NEANDERTALS and other archaic humans may have been among our ancestors.

Although the Out of Africa model was originally developed based on fossil evidence, it has gained popularity in part because so much genetic research seems to back it. The vast majority of these studies have focused on DNA from living populations. But in 1997 ancient DNA expert Svante P¿¿bo of the Max Planck Institute for Evolutionary Anthropology in Leipzig, Germany, and his colleagues reported in the journal Cell that they had retrieved and sequenced for the first time mitochondrial DNA (mtDNA) belonging to a Neandertal.

The team found that the difference between the Neandertal and modern mtDNA was more than three times that observed between any two living humans. Moreover, the Neandertal DNA didn't show any special similarity to DNA from living Europeans, which one might expect if the Neandertals, who occupied Europe for more than 200,000 years, contributed to the modern human gene pool. For many researchers, the Cell study put a serious, if not fatal, dent in the multiregionalists' argument that Neandertals were among our ancestors. And last year DNA from two other Neandertal specimens yielded similar results, further strengthening the Out of Africa replacement case.

Critics of the Neandertal DNA data, however, noted that without equally ancient samples from anatomically modern humans for comparison, the exact significance of the differences between Neandertal DNA and DNA from living people could not be fully understood.

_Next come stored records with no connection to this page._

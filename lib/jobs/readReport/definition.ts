import type { JobDefinition } from '../job';
import { readFile } from '../readFile/readFile';
import { giveUpReport, readReportWith } from './handler';

export const readReportJob: JobDefinition<'read-report'> = {
  name: 'read-report',
  concurrency: 3,
  handle: readReportWith(readFile),
  giveUp: giveUpReport,
};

Perhaps any human DNA that old would be rather different from contemporary human DNA, owing to microevolutionary changes over time, they argued. One of the new studies appears to bear that suspicion out.

Reporting in the January 16 Proceedings of the National Academy of Sciences, Gregory J. Adcock of the Pierre and Marie Curie University in Paris and his colleagues extracted and analyzed mtDNA from Australian fossils representing anatomically modern humans. One of these, a specimen known as Lake Mungo 3 (LM3), dates to approximately 62,000 years old. As such, the LM3 mtDNA is the oldest known for a modern. It is also older than the two Neandertal samples analyzed last year and perhaps older than the sample that formed the basis of the Cell report (the age of the fossil that yielded that mtDNA is unknown).

Importantly, Adcock's team discovered that the LM3 mtDNA differed from that of living people as much as the Neandertal mtDNA did. In contrast, the mtDNA from the younger Australian fossils closely resembles that of living humans. "If the mitochondrial DNA sequences present in a modern human (LM3) can become extinct, then perhaps something similar happened to the mitochondrial DNA of Neandertals," noted John H. Relethford of the State University of New York at Oneonta in a commentary accompanying the PNAS report. If so, he says, the absence of Neandertal mtDNA in living humans does not rule out the possibility that they contributed to our gene pool. Other researchers are reserving judgment until the results are replicated in an independent lab, citing the possibility of contamination.